Even in areas like Towar and Qusais, you will find them running along side 5 storey buildings. It looks odd, but I think they have to be kept that way.

Sad, but true!

-Face81
:jippo:


----------



## Dubai-Lover (Jul 4, 2004)

that's really sad, becuase it really looks crappy and all of the prokects down there have a view on these

but i really guess they will do something, even if it takes time


----------



## Face81 (Aug 24, 2004)

Dubai-Lover said:


> that's really sad, becuase it really looks crappy and all of the prokects down there have a view on these
> 
> but i really guess they will do something, even if it takes time


They might eventually, but even people that live on the west end of Dubai Marina habe a very clear view of Jebel Ali Power Plant. And its not very pretty. That is Dubais main power plant and it will be around for a very, very long time. So good luck to all those poor people that have to look at their windows and look at that. :runaway:

-Face81
:jippo:


----------



## juiced (Aug 18, 2004)

I don't mind the power lines as much as the power plant. Especially if you bought an apartment in the Marina and you are looking STRAIGHT at it


----------



## Face81 (Aug 24, 2004)

juiced said:


> I don't mind the power lines as much as the power plant. Especially if you bought an apartment in the Marina and you are looking STRAIGHT at it


which unfortunately, a fair few people will be! And on days when the air is clear, they will be able to look right into Dubal and the rest of JAFZ.....Lucky them!

-Face81
:jippo:


----------



## Guest (Sep 30, 2004)

Does it has an affect like the mobile coverage antennas on the people


----------



## Face81 (Aug 24, 2004)

Shaheen said:


> Does it has an affect like the mobile coverage antennas on the people


ONLY if ur living directly underneath them. Driving by has no affect, but prolonged exposure UNDER overhead cables can cause serious damage.

-Face81
:jippo:


----------



## Guest (Sep 30, 2004)

Thanks very usfull information.

Its not only those things which annoyes people, also the cement factory which is near al quoz area, I wonder when they will remove it.


----------



## juiced (Aug 18, 2004)

Shaheen said:


> Does it has an affect like the mobile coverage antennas on the people


What do they do??


----------



## Dubai-Lover (Jul 4, 2004)

there is a lot of old stuff around. not only at marina jlt area
on jumeirah beach road there are a lot of decayed houses that look really bad. i've mentioned it once. have a look at the area behind beach road when you leave "the village center" mall.
but even at jb road there are a lot of old houses that spoil the scenery


----------



## Face81 (Aug 24, 2004)

juiced said:


> What do they do??


To make wot I was going to say seem more official, i decided to look it up for u:

"By far the cheapest way to transport electricity is by means of overhead cables, supported by large transmission towers or pylons. The towers themselves do not give off electromagnetic fields. It is the cables that are strung between them which emit magnetic and electric fields. The electric field is proportional to the line voltage, while the magnetic field depends on the load current. Typically, high voltage transmission lines carry high current and therefore give off both high electric and high magnetic fields.
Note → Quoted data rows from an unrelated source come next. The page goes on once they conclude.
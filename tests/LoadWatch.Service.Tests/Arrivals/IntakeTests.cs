using System.Diagnostics;
using LoadWatch.Notices;
using LoadWatch.Recordings;
using LoadWatch.Service.Commands;
using LoadWatch.Service.Tests.Pipeline;
using NodaTime;

namespace LoadWatch.Service.Tests.Arrivals;

public sealed class IntakeTests : IDisposable
{
    private static readonly Duration JustNow = Duration.FromSeconds(10);

    private readonly WorkingFolder folder = new(intake: "\"settle_seconds\": 60, \"largest_file_megabytes\": 1");

    public void Dispose() => folder.Dispose();

    [Fact]
    public void ACsvIsTakenOnlyAfterItHasStoodStill()
    {
        folder.Put("anna/ride.csv", Some.Csv(Some.Yesterday), JustNow);
        Assert.Equal(1, folder.Sweep().Settling);
        Assert.Empty(folder.Arrivals());
        Assert.Equal(1, folder.Sweep(WorkingFolder.Now + Duration.FromSeconds(49)).Settling);
        Assert.Empty(folder.Arrivals());
        Assert.Equal(0, folder.Sweep(WorkingFolder.Now + Duration.FromSeconds(50)).Settling);
        Assert.Equal(ArrivalState.Stored, Assert.Single(folder.Arrivals()).State);
    }

    [Fact]
    public void TheSameBytesInGroupsBehindEachOtherAreClaimedByBoth()
    {
        var twice = Some.Fit(Some.Yesterday, 1);
        folder.Fill(Enumerable.Range(0, 63).Select(number => ($"anna/{number:00}.fit", Some.Fit(Some.Yesterday.PlusDays(-number), 2))));
        folder.Put("anna/zz.fit", twice);
        folder.Put("bo/00.fit", twice);
        folder.Put("bo/01.fit", Some.Fit(Some.Yesterday, 3));

        folder.Sweep();

        Assert.Equal((ArrivalState.Held, "claimed by anna and bo"), (folder.Arrival(twice)!.State, folder.Arrival(twice)!.Reason));
        Assert.Equal(64, folder.Arrivals().Count(arrival => arrival.State == ArrivalState.Stored));
        Assert.Equal(66, folder.Read((_, session) => session.Sightings.CountLatest("inbox")));
    }

    [Fact]
    public void AWholeFitFileIsTakenAtOnce()
    {
        folder.Put("anna/ride.fit", Some.Fit(Some.Yesterday), Duration.Zero);
        folder.Put("anna/packed.fit.gz", Some.Gzip(Some.Fit(Some.Yesterday, 10)), Duration.Zero);
        folder.Put("anna/pack.zip", Some.Zip(("ride.fit", Some.Fit(Some.Yesterday, 20))), Duration.Zero);
        Assert.Equal((0, 3), (folder.Sweep().Settling, folder.Arrivals().Count(arrival => arrival.State == ArrivalState.Stored)));
    }

    [Fact]
    public void ACutFitFileWaitsAndIsThenRefusedWithTheByte()
    {
        var cut = Some.Fit(Some.Yesterday)[..^100];
        folder.Put("anna/ride.fit", cut, JustNow);
        Assert.Equal(1, folder.Sweep().Settling);
        Assert.Empty(folder.Arrivals());
        Assert.Empty(folder.ArchiveNames());
        folder.Sweep(WorkingFolder.Now + Duration.FromSeconds(50));
        var arrival = folder.Arrival(cut)!;
        Assert.Equal(ArrivalState.Refused, arrival.State);
        Assert.StartsWith($"byte {cut.Length}: cut short", arrival.Reason);
    }

    [Fact]
    public void ACutFileThatGrowsWholeIsStored()
    {
        var whole = Some.Fit(Some.Yesterday);
        folder.Put("anna/ride.fit", whole[..^100], JustNow);
        folder.Sweep();
        folder.Put("anna/ride.fit", whole, JustNow);
        folder.Sweep();
        Assert.Equal((WorkingFolder.Sha(whole), ArrivalState.Stored), (Assert.Single(folder.Arrivals()).Sha, folder.Arrivals()[0].State));
    }

    [Fact]
    public void BytesBehindTheLastPartWaitAndAreThenNamedWhileTheRecordingCounts()
    {
        var whole = Some.Fit(Some.Yesterday);
        byte[] longer = [.. whole, 1, 2, 3];
        folder.Put("anna/ride.fit", longer, JustNow);
        Assert.Equal(1, folder.Sweep().Settling);
        folder.Sweep(WorkingFolder.Now + Duration.FromSeconds(50));
        var arrival = folder.Arrival(longer)!;
        Assert.Equal(ArrivalState.Stored, arrival.State);
        Assert.StartsWith($"byte {whole.Length}: 3 bytes behind the last whole part", arrival.Reason);
    }

    [Fact]
    public void AnInboxThatIsTakenFromIsEmptyAndTheArchiveHoldsWhatWasThere()
    {
        using var moving = new WorkingFolder(take: "move");
        moving.Fill(Some.Fortnight());

        using var leaving = new WorkingFolder();
        leaving.Fill(Some.Fortnight());

        var hashes = moving.InboxHashes();
        moving.Sweep();
        leaving.Sweep();
        Assert.Empty(moving.InboxHashes());
        Assert.Equal(hashes, moving.ArchiveHashes());
        Assert.NotEmpty(leaving.InboxHashes());
        Assert.Equal(leaving.Export(), moving.Export());
    }

    [Fact]
    public void AFileSentAgainToAnInboxThatIsTakenFromGoesTooAndCountsOnce()
    {
        using var moving = new WorkingFolder(take: "move");
        var ride = Some.Fit(Some.Yesterday);
        moving.Put("anna/ride.fit", ride);
        moving.Sweep();
        var before = moving.Export();
        moving.Put("anna/ride.fit", ride);
        moving.Sweep();
        Assert.Empty(moving.InboxHashes());
        Assert.Equal(before, moving.Export());
    }

    [Fact]
    public void AFileThatStoodBeforeTheInboxWasTakenFromGoesAsWell()
    {
        folder.Put("anna/ride.fit", Some.Fit(Some.Yesterday));
        folder.Sweep();
        folder.Write("loadwatch.json", File.ReadAllText(folder.ConfigPath).Replace("\"leave\"", "\"move\"", StringComparison.Ordinal));
        folder.Sweep();
        Assert.Empty(folder.InboxHashes());
        Assert.Single(folder.ArchiveNames());
    }

    [Fact]
    public void UnfinishedAndHiddenNamesArePassedOver()
    {
        string[] names = ["ride.fit.part", "ride.fit.tmp", "ride.crdownload", ".ride.fit", ".trash/ride.fit", "~$ride.csv", "Ride.FIT.PART"];
        foreach (var (name, i) in names.Select((name, i) => (name, i)))
        {
            folder.Put($"anna/{name}", Some.Fit(Some.Yesterday, i));
        }

        folder.Put("anna/ride.fit", Some.Fit(Some.Yesterday, 30));
        Assert.Equal(1, folder.Sweep().Seen);
        Assert.Single(folder.Arrivals());
    }

    [Fact]
    public void PipesLinksAndFoldersArePassedOver()
    {
        Assert.SkipUnless(OperatingSystem.IsLinux(), "pipes and links are made on Linux only");
        using var elsewhere = new WorkingFolder();
        var ride = folder.Put("anna/ride.fit", Some.Fit(Some.Yesterday));
        var other = elsewhere.Put("secret.fit", Some.Fit(Some.Yesterday, 10));
        Directory.CreateDirectory(Path.Combine(folder.Inbox, "anna", "folder.fit"));
        File.CreateSymbolicLink(Path.Combine(folder.Inbox, "anna", "link.fit"), other);
        File.CreateSymbolicLink(Path.Combine(folder.Inbox, "anna", "near.fit"), ride);
        Directory.CreateSymbolicLink(Path.Combine(folder.Inbox, "anna", "linked"), elsewhere.Inbox);
        using var made = Process.Start("mkfifo", Path.Combine(folder.Inbox, "anna", "pipe.fit"));
        made.WaitForExit();
        Assert.Equal(0, made.ExitCode);
        folder.Sweep();
        Assert.Equal([WorkingFolder.Sha(File.ReadAllBytes(ride))], folder.ArchiveNames());
        Assert.Single(folder.Arrivals());
    }

    [Fact]
    public void AFileLargerThanTheLimitIsReportedAndStopsNothing()
    {
        folder.Put("anna/huge.fit", new byte[(1024 * 1024) + 1]);
        folder.Put("anna/ride.fit", Some.Fit(Some.Yesterday));
        Assert.Equal(new BriefLine("anna/huge.fit", "larger than 1 MB"), Assert.Single(folder.Sweep().Unreadable));
        Assert.Equal(ArrivalState.Stored, Assert.Single(folder.Arrivals()).State);
        Assert.Single(folder.ArchiveNames());
    }

    [Fact]
    public void AFileInAContainerMayBeAsLargeAsAFileElsewhere()
    {
        // The settings say 1 MB.
        var small = Some.Gzip(new byte[900_000]);
        var large = Some.Gzip(new byte[1_100_000]);
        folder.Put("anna/small.gz", small);
        folder.Put("anna/large.gz", large);

        folder.Sweep();

        Assert.Equal(ArrivalState.Aside, folder.Arrival(small)!.State);
        Assert.Equal((ArrivalState.Refused, "byte 10: unpacks to more than 1048576 bytes"), (folder.Arrival(large)!.State, folder.Arrival(large)!.Reason));
    }

    [Fact]
    public void AnInboxThatGoesMissingIsReportedAndTheDaysGoOn()
    {
        folder.Put("anna/ride.fit", Some.Fit(Some.Yesterday));
        folder.Sweep();
        using var workplace = Workplace.OpenToWork(folder.ConfigPath);
        Directory.Move(folder.Inbox, folder.Inbox + " away");
        Assert.Equal(["inbox"], workplace.NewSweep(WorkingFolder.Now + Duration.FromDays(2)).Run(TestContext.Current.CancellationToken).MissingInboxes);
        Directory.Move(folder.Inbox + " away", folder.Inbox);
        Assert.Equal(3, folder.Export("days").Split('\n', StringSplitOptions.RemoveEmptyEntries).Length);
    }
}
Most 132kV and all lower voltage lines (e.g. 33kV, 11kV, 415 volts and 230 volts) are owned by the power companies. These may be British or international companies. There are two types of field produced by the powerlines. The electric field depends on the voltageand is there all the time, the magnetic field is caused by electric current flowing when people use electrical power and can therefore vary considerably.

Electric fields reduce with distance and are also stopped by most building materials. Electric fields from powerlines do not present a problem in a house, but they may be too high in a garden. In about 50% of the houses we have surveyed, we found high electric fields inside the house, caused by the way the houses were wired. When you get high electric and magnetic fields together, the health risk has been found to increase by a factor of up to 11-fold. We recommend you measure the EMF field levels.

For all practical purposes magnetic fields cannot be stopped and will travel through the walls of nearby buildings as if they were not there.
If you live within 200 metres from the cables between pylons, you may be living in fields which could affect you. High power lines may need greater clearance, some low power lines may need less, depending on factors such as how large the load is and whether the load is balanced. We strongly recommend you measure the EMF field levels.

Recent research at Bristol University shows that the electric fields surrounding overhead cables cause air ionisation, charging fine aerosols and particles which can include carcinogens (cancer-producing substances), which are then wind-blown or carried in the rain up to 500 metres or more down wind of a 400 kV electricity transmission line. They also charge these particles making them more likely to stick in your lungs.

We do not believe it is safe for children to play near high-voltage overhead lines above 11kV, especially with the new concerns about electric field aerosol effects. Evidence also shows that magnetic fields over 0.2 microtesla (200 nanotesla (nT), or 2 milliGauss (mG)) is associated with a doubling of the incidence of childhood leukaemia.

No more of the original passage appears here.